I sensed it, before I heard it. There I was standing on Platform No. 1 of Nagpur Railway Station. Checking out which newspaper to buy. I glanced sideways. The train was moving! Bloody hell! I had not heard any announcement. Nor the normally loud horn of the diesel engine pulling my train. The superfast Tamil Nadu Express.

I turned and ran. Straight into a man carrying a steel trunk. It hit me on the shin. But, now was not the time to think about the pain. Now, was the time to run. And to catch the train. “Don’t get down from the train, before it reaches Madras” my dad had warned me last night, before the train left New Delhi at 10 PM. And here I was, running after a train that was accelerating out of Nagpur.

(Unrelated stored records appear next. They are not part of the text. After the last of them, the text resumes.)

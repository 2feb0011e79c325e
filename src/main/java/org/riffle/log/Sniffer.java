package org.riffle.log;

import java.util.ArrayList;
import java.util.HashMap;
import java.util.List;
import java.util.Map;
import java.util.regex.Pattern;

/**
 * Works out the layout of a delimited log from its first lines (at most {@link #MAX_LINES}): the
 * delimiter, where the table starts (lines before it are the preamble), whether its first row holds
 * names and its second row units, and the decimal mark. Columns and time are then typed by
 * {@link ColumnSniffer}.
 *
 * <p>The delimiter is the candidate (tab, semicolon, comma, bar, whitespace) that best splits the lines
 * into the table's number of fields with cells that read as numbers, times or missing-value tokens
 * (see {@link #chooseDelimiter}); ties go to the earlier in that order.
 *
 * <p>Stateless and thread-safe.
 */
final class Sniffer {
    static final int MAX_LINES = 400;
    private static final char[] CANDIDATES = {'\t', ';', ',', '|', Dialect.WHITESPACE};

    private Sniffer() {
    }

    /** The lines of the table as split: their 1-based line numbers and cells. */
    record Rows(List<Long> lines, List<List<String>> cells) {
        int size() {
            return lines.size();
        }
    }

    /**
     * Sniffs {@code head}, the first complete lines of the file (index 0 is line 1).
     *
     * @throws LogException when there is no table to read, or the options clash with the file
     */
    static Layout sniff(String file, List<String> head, ReadOptions opt, boolean wholeFile) throws LogException {
        int skip = opt.skipRows().orElse(0);
        head = joinQuoted(head, skip);
        List<Integer> content = new ArrayList<>();
        for (int i = skip; i < head.size() && content.size() < MAX_LINES; i++) {
            if (head.get(i) != null && !isBlankOrComment(head.get(i))) {
                content.add(i);
            }
        }
        if (content.isEmpty()) {
            throw new LogException(file, 0, 0, head.isEmpty() || !wholeFile ? "no table found in the first "
                    + head.size() + " lines" : "no table: only blank or comment lines");
        }
        char d = opt.delimiter().isPresent() ? opt.delimiter().get() : chooseDelimiter(head, content);
        List<List<String>> split = new ArrayList<>();
        for (int i : content) {
            split.add(Splitter.split(head.get(i), d));
        }
        int t0 = opt.skipRows().isPresent() ? 0 : tableStart(split);
        List<String> preamble = new ArrayList<>();
        int firstTableLine = content.get(t0);
        for (int i = 0; i < firstTableLine; i++) {
            if (head.get(i) != null && !head.get(i).isBlank()) {
                preamble.add(stripTrailingDelimiters(head.get(i), d));
            }
        }
        Rows rows = new Rows(new ArrayList<>(), new ArrayList<>());
        boolean quoted = false;
        for (int k = t0; k < content.size(); k++) {
            int i = content.get(k);
            rows.lines().add(i + 1L);
            rows.cells().add(split.get(k));
            quoted |= head.get(i).indexOf('"') >= 0;
        }
        return ColumnSniffer.type(file, rows, d, quoted, firstTableLine, preamble, opt);
    }

    /**
     * The lines with a quoted field that spans lines joined into the first of them (with a line feed);
     * the lines it swallowed become null, so indices stay line numbers. Only as far as the sniffer looks:
     * the head is cut after the {@link #MAX_LINES}-th content line from line {@code skip} on.
     */
    static List<String> joinQuoted(List<String> head, int skip) {
        List<String> out = new ArrayList<>(head);
        int content = 0;
        for (int i = 0; i < out.size(); i++) {
            if (i >= skip && content >= MAX_LINES) {
                return out.subList(0, i);
            }
            String l = out.get(i);
            int j = i;
            while ((Splitter.quotes(l) & 1) == 1 && j + 1 < out.size()) {
                l = l + "\n" + out.get(++j);
                out.set(j, null);
            }
            out.set(i, l);
            content += i >= skip && !isBlankOrComment(l) ? 1 : 0;
            i = j;
        }
        return out;
    }

    static boolean isBlankOrComment(String line) {
        String t = line.strip();
        return t.isEmpty() || t.startsWith("#") || t.startsWith("//");
    }

    private static String stripTrailingDelimiters(String line, char d) {
        int e = line.length();
        while (e > 0 && (line.charAt(e - 1) == d || Character.isWhitespace(line.charAt(e - 1)))) {
            e--;
        }
        return line.substring(0, e);
    }

    /**
     * The candidate delimiter that fits the lines best: the number of lines it splits into the table's
     * width, times the share of number, time or missing-value cells among those lines in the second half
     * of the head (the data, past any preamble and header). The share keeps dates and times, which hold
     * spaces, from making whitespace look like a delimiter. When only one candidate occurs in the second
     * half, any fit above zero chooses it, so its cells are looked at only until the first value.
     */
    static char chooseDelimiter(List<String> head, List<Integer> content) {
        List<Character> present = new ArrayList<>();
        for (char d : CANDIDATES) {
            if (inTail(head, content, d)) {
                present.add(d); // else no line of the second half can split on it: its width would be 1
            }
        }
        char best = ',';
        double bestFit = 0;
        for (char d : present) {
            List<List<String>> split = new ArrayList<>();
            for (int i : content) {
                split.add(Splitter.split(head.get(i), d));
            }
            int k = modalWidth(split);
            if (k < 2) {
                continue;
            }
            if (present.size() == 1) {
                bestFit = anyValueInTail(split, k) ? 1 : 0;
                best = d;
                break;
            }
            int lines = 0;
            int cells = 0;
            int values = 0;
            for (int i = 0; i < split.size(); i++) {
                List<String> f = split.get(i);
                if (f.size() == k) {
                    lines++;
                    if (i >= split.size() / 2) {
                        for (String c : f) {
                            cells++;
                            values += ColumnSniffer.valueLike(c) ? 1 : 0;
                        }
                    }
                }
            }
            double fit = cells == 0 ? 0 : lines * (values / (double) cells);
            if (fit > bestFit + 1e-9) {
                best = d;
                bestFit = fit;
            }
        }
        if (bestFit == 0 || (best == ',' && singleDecimalCommaColumn(head, content))) {
            return decimalCommaSeen(head, content) ? ';' : ',';
        }
        return best;
    }

    /** True when a line of {@code k} fields in the second half holds a value-like cell. */
    private static boolean anyValueInTail(List<List<String>> split, int k) {
        for (int i = split.size() / 2; i < split.size(); i++) {
            List<String> f = split.get(i);
            if (f.size() == k) {
                for (String c : f) {
                    if (ColumnSniffer.valueLike(c)) {
                        return true;
                    }
                }
            }
        }
        return false;
    }

    private static final Pattern DECIMAL_COMMA = Pattern.compile(".*\\d,\\d.*");
    private static final Pattern INTEGER = Pattern.compile("\\s*\"?[+-]?\\d+");
    private static final Pattern FRACTION = Pattern.compile("\\d+([eE][+-]?\\d+)?\"?\\s*");

    private static boolean decimalCommaSeen(List<String> head, List<Integer> content) {
        for (int i : content) {
            if (DECIMAL_COMMA.matcher(head.get(i)).matches()) {
                return true;
            }
        }
        return false;
    }

    /**
     * True for one column of numbers with a decimal comma and no quotes, which the comma splits in two:
     * every line has at most one comma, and where it has one, an integer stands before it and only
     * fraction digits after it, and some line has one.
     */
    private static boolean singleDecimalCommaColumn(List<String> head, List<Integer> content) {
        int split = 0;
        for (int i : content) {
            List<String> f = Splitter.naive(head.get(i), ',');
            if (f.size() > 2 || (f.size() == 2 && !(INTEGER.matcher(f.get(0)).matches()
                    && FRACTION.matcher(f.get(1)).matches()))) {
                return false;
            }
            split += f.size() == 2 ? 1 : 0;
        }
        return split > 0;
    }

    /**
     * Whether some content line of the second half (the lines {@link #modalWidth} counts) holds the
     * delimiter: a space or tab for whitespace-aligned columns.
     */
    private static boolean inTail(List<String> head, List<Integer> content, char d) {
        for (int k = content.size() / 2; k < content.size(); k++) {
            String line = head.get(content.get(k));
            boolean found = d == Dialect.WHITESPACE ? line.indexOf(' ') >= 0 || line.indexOf('\t') >= 0
                    : line.indexOf(d) >= 0;
            if (found) {
                return true;
            }
        }
        return false;
    }

    /**
     * The table's width: the most common number of fields (two or more) in the second half of the lines,
     * ties broken by how common it is among all lines, then by the wider; 1 when no line has two fields.
     */
    static int modalWidth(List<List<String>> split) {
        Map<Integer, Integer> tail = new HashMap<>();
        Map<Integer, Integer> all = new HashMap<>();
        for (int i = 0; i < split.size(); i++) {
            int w = split.get(i).size();
            if (w >= 2) {
                all.merge(w, 1, Integer::sum);
                if (i >= split.size() / 2) {
                    tail.merge(w, 1, Integer::sum);
                }
            }
        }
        int best = 1;
        long bestKey = -1;
        for (Map.Entry<Integer, Integer> e : tail.entrySet()) {
            long key = ((long) e.getValue() << 40) | ((long) all.get(e.getKey()) << 20) | e.getKey();
            if (key > bestKey) {
                best = e.getKey();
                bestKey = key;
            }
        }
        return best;
    }

    /**
     * Index of the table's first line among the split content lines: for a table of K ≥ 2 fields, the
     * first line of K fields followed by another of K fields (or last); for a single column, the line
     * before the run of values that ends the head (its header), or the run's first line.
     */
    static int tableStart(List<List<String>> split) {
        int k = modalWidth(split);
        if (k >= 2) {
            for (int i = 0; i < split.size(); i++) {
                if (split.get(i).size() == k && (i + 1 == split.size() || split.get(i + 1).size() == k)) {
                    return i;
                }
            }
            return 0;
        }
        int run = split.size();
        while (run > 0 && split.get(run - 1).size() == 1 && ColumnSniffer.valueLike(split.get(run - 1).get(0))) {
            run--;
        }
        if (run == split.size()) {
            return split.size() - 1;
        }
        if (run >= 2 && split.get(run - 1).size() == 1 && isBareUnit(split.get(run - 1).get(0))
                && !ColumnSniffer.valueLike(split.get(run - 2).get(0))) {
            return run - 2;
        }
        return run > 0 ? run - 1 : 0;
    }

    /** A units-row cell of a single column: a unit without spaces, or anything in brackets. */
    private static boolean isBareUnit(String cell) {
        String c = cell.strip();
        return (c.startsWith("[") && c.endsWith("]")) || (!c.contains(" ") && Units.looksLikeUnit(Units.strip(c)));
    }
}
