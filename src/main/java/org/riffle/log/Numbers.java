package org.riffle.log;

import java.nio.charset.StandardCharsets;
import java.util.Locale;
import java.util.Set;
import java.util.regex.Pattern;

/**
 * Number cells read straight from bytes. The common case (an optional sign, up to 18 digits, one
 * decimal mark, an optional exponent) is parsed without allocating; anything else falls back to
 * {@link Float#parseFloat} on a cleaned-up string. Both give the correctly rounded {@code float}, so
 * the fast path and the fallback never disagree.
 *
 * <p>Correct rounding on the fast path: a mantissa below 2<sup>24</sup> times a power of ten up to
 * 10<sup>10</sup> (both exact in {@code float}) is one correctly rounded IEEE operation (Clinger 1990,
 * "How to read floating point numbers accurately", PLDI, the "fast path"). Larger mantissas go through
 * the same exact {@code double} fast path and are narrowed to {@code float} unless the {@code double}
 * lands exactly on a midpoint between two floats, the only case where double rounding can differ.
 *
 * <p>Stateless and thread-safe.
 */
final class Numbers {
    /** Cells that mean "no value" rather than text: counted as missing samples. Upper case. */
    static final Set<String> MISSING = Set.of("", "NAN", "-NAN", "#N/A", "N/A", "NA", "#NV", "---", "--", "-",
            "ERR", "ERROR", "OVF", "OVER", "UNDER", "UNF", "NULL", "NONE", "INF", "-INF", "+INF", "INFINITY",
            "-INFINITY", "#VALUE!", "#DIV/0!", "#NUM!", "#REF!", "?", "*");
    /** The longest missing-value token: a longer cell (a date, a word) is none, without upper-casing it. */
    private static final int LONGEST_MISSING = longest(MISSING);

    private static final float[] FLOAT_POW10 = {1e0f, 1e1f, 1e2f, 1e3f, 1e4f, 1e5f, 1e6f, 1e7f, 1e8f, 1e9f, 1e10f};
    private static final double[] DOUBLE_POW10 = {1e0, 1e1, 1e2, 1e3, 1e4, 1e5, 1e6, 1e7, 1e8, 1e9, 1e10, 1e11,
        1e12, 1e13, 1e14, 1e15, 1e16, 1e17, 1e18, 1e19, 1e20, 1e21, 1e22};
    /**
     * A plain decimal number. Possessive quantifiers throughout: the form has one reading, and with
     * ordinary (backtracking) ones a long run of digits ending in another character took time
     * quadratic in its length (a 250 kB cell ran for minutes).
     */
    private static final Pattern PLAIN = Pattern.compile("[+-]?+(?:\\d++(?:\\.\\d*+)?+|\\.\\d++)(?:[eE][+-]?+\\d++)?+");
    private static final Pattern GROUPED_POINT = Pattern.compile("[+-]?\\d{1,3}([,' \u00a0\u202f]\\d{3})+(\\.\\d*)?");
    private static final Pattern GROUPED_COMMA = Pattern.compile("[+-]?\\d{1,3}([.' \u00a0\u202f]\\d{3})+(,\\d*)?");
    private static final long MANTISSA_LIMIT = 1L << 53;

    private Numbers() {
    }

    /**
     * The number in {@code b[s, e)}, or {@code NaN} when the cell is not a finite number (missing token,
     * text, or out of {@code float} range). Surrounding spaces are ignored.
     */
    static float parse(byte[] b, int s, int e, boolean decimalComma) {
        while (s < e && b[s] == ' ') {
            s++;
        }
        while (e > s && b[e - 1] == ' ') {
            e--;
        }
        int i = s;
        boolean neg = false;
        if (i < e && (b[i] == '-' || b[i] == '+')) {
            neg = b[i] == '-';
            i++;
        }
        byte mark = decimalComma ? (byte) ',' : (byte) '.';
        long m = 0;
        int start = i;
        int d;
        while (i < e && (d = b[i] - '0') >= 0 && d <= 9) {
            m = m * 10 + d;
            i++;
        }
        int digits = i - start;
        int fraction = 0;
        if (i < e && b[i] == mark) {
            int from = ++i;
            while (i < e && (d = b[i] - '0') >= 0 && d <= 9) {
                m = m * 10 + d;
                i++;
            }
            fraction = i - from;
            digits += fraction;
        }
        if (digits == 0 && i < e && ((b[i] | 0x20) >= 'a' && (b[i] | 0x20) <= 'z')) {
            return Float.NaN; // a word (RUN, NaN, OVF): no number starts with a letter
        }
        if (digits == 0 || digits > 18) {
            return slow(b, s, e, decimalComma);
        }
        int exp = 0;
        if (i < e) {
            if (b[i] != 'e' && b[i] != 'E') {
                // only grouping marks, spaces or non-ASCII separators can still make a number (the
                // fallback's forms); a date's '-', a time's ':' or a unit's letter cannot
                return mayGroup(b[i]) ? slow(b, s, e, decimalComma) : Float.NaN;
            }
            i++;
            boolean expNeg = false;
            if (i < e && (b[i] == '-' || b[i] == '+')) {
                expNeg = b[i] == '-';
                i++;
            }
            if (i == e || e - i > 3) {
                return slow(b, s, e, decimalComma);
            }
            for (; i < e; i++) {
                d = b[i] - '0';
                if (d < 0 || d > 9) {
                    return slow(b, s, e, decimalComma);
                }
                exp = exp * 10 + d;
            }
            exp = expNeg ? -exp : exp;
        }
        return scale(m, exp - fraction, neg, b, s, e, decimalComma);
    }

    private static float scale(long m, int exp10, boolean neg, byte[] b, int s, int e, boolean decimalComma) {
        float f;
        if (m == 0) {
            f = 0f;
        } else if (m < (1 << 24) && exp10 >= -10 && exp10 <= 10) {
            f = exp10 >= 0 ? (float) m * FLOAT_POW10[exp10] : (float) m / FLOAT_POW10[-exp10];
        } else if (m < MANTISSA_LIMIT && exp10 >= -22 && exp10 <= 22) {
            double d = exp10 >= 0 ? (double) m * DOUBLE_POW10[exp10] : (double) m / DOUBLE_POW10[-exp10];
            long low = Double.doubleToRawLongBits(d) & ((1L << 29) - 1);
            if (low == (1L << 28) || Math.abs(d) < Float.MIN_NORMAL) {
                return slow(b, s, e, decimalComma);
            }
            f = (float) d;
        } else {
            return slow(b, s, e, decimalComma);
        }
        if (Float.isInfinite(f)) {
            return Float.NaN;
        }
        return neg ? -f : f;
    }

    /** True for a byte that may follow leading digits in a form only {@link #slow} reads. */
    private static boolean mayGroup(byte c) {
        return c <= ' ' || c == ',' || c == '.' || c == '\'';
    }

    /** The general case: thousands grouping, odd forms, huge or tiny numbers, non-numbers. */
    static float slow(byte[] b, int s, int e, boolean decimalComma) {
        String t = new String(b, s, e - s, StandardCharsets.ISO_8859_1).strip();
        t = t.replace("\u00c2\u00a0", "\u00a0").replace("\u00e2\u0080\u00af", "\u202f");
        if (decimalComma) {
            if (GROUPED_COMMA.matcher(t).matches()) {
                t = t.replaceAll("[.' \u00a0\u202f]", "");
            }
            t = t.replace(',', '.');
        } else if (GROUPED_POINT.matcher(t).matches()) {
            t = t.replaceAll("[,' \u00a0\u202f]", "");
        }
        if (!PLAIN.matcher(t).matches()) {
            return Float.NaN;
        }
        float f = Float.parseFloat(t);
        return Float.isInfinite(f) ? Float.NaN : f;
    }

    /** The number in {@code text}, as {@link #parse(byte[], int, int, boolean)} reads it. */
    static float parse(String text, boolean decimalComma) {
        byte[] b = text.getBytes(StandardCharsets.UTF_8);
        return parse(b, 0, b.length, decimalComma);
    }

    /**
     * A double for time columns (epoch or elapsed seconds need more than float precision): the exact
     * {@code double} fast path, else {@link Double#parseDouble}. {@code NaN} when not a number.
     */
    static double parseDouble(byte[] b, int s, int e, boolean decimalComma) {
        String t = new String(b, s, e - s, StandardCharsets.ISO_8859_1).strip();
        if (decimalComma) {
            t = t.replace(',', '.');
        }
        if (!PLAIN.matcher(t).matches()) {
            return Double.NaN;
        }
        return Double.parseDouble(t);
    }

    /** True when the cell is a known "no value" token (empty, NaN, #N/A, ---, ERR, OVF ...). */
    static boolean isMissingToken(String cell) {
        String t = cell.strip();
        return t.length() <= LONGEST_MISSING && MISSING.contains(t.toUpperCase(Locale.ROOT));
    }

    private static int longest(Set<String> words) {
        int n = 0;
        for (String w : words) {
            n = Math.max(n, w.length());
        }
        return n;
    }

    /** True when {@code text} reads as a number in either decimal mark. */
    static boolean looksNumeric(String text) {
        return !Float.isNaN(parse(text, false)) || !Float.isNaN(parse(text, true))
                || text.strip().equalsIgnoreCase("nan");
    }
}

Well, now was the time to put all the skills learnt catching those DTC buses to school and back. I had been using the Delhi Transport Corporation (DTC) buses for the last 2 years. Initially, I would patiently wait for an opportunity to push others in, or get pushed myself into the narrow doors at the rear of the bus. That was when I was 13. Things had changed in the last one year. Running behind a bus that had started and jumping onto it had become the norm.  It was all a matter of timing. Yeah. That and the girls to impress. Were they? I will never know!

Back to the TN express. The Pantry car was going past me now. Run man! Run faster! I heard someone yell “Jaane do!” (Let it go!). Nopes. Not an option. I was now almost at the same speed as the train. As I reached for the handle of the door at the end of the pantry car, I realised that the door was closed. No time to wait. I had to grab the handle and jump on to the top step. Just as my right foot hit the step, I realised I had made a mistake. The step was wet. And I was wearing flip flops. Net result – poor grip. Just as my mind said “Oh oh”, the door was yanked open from inside, a pair of strong arms lifted me in. It was one of the pantry guys.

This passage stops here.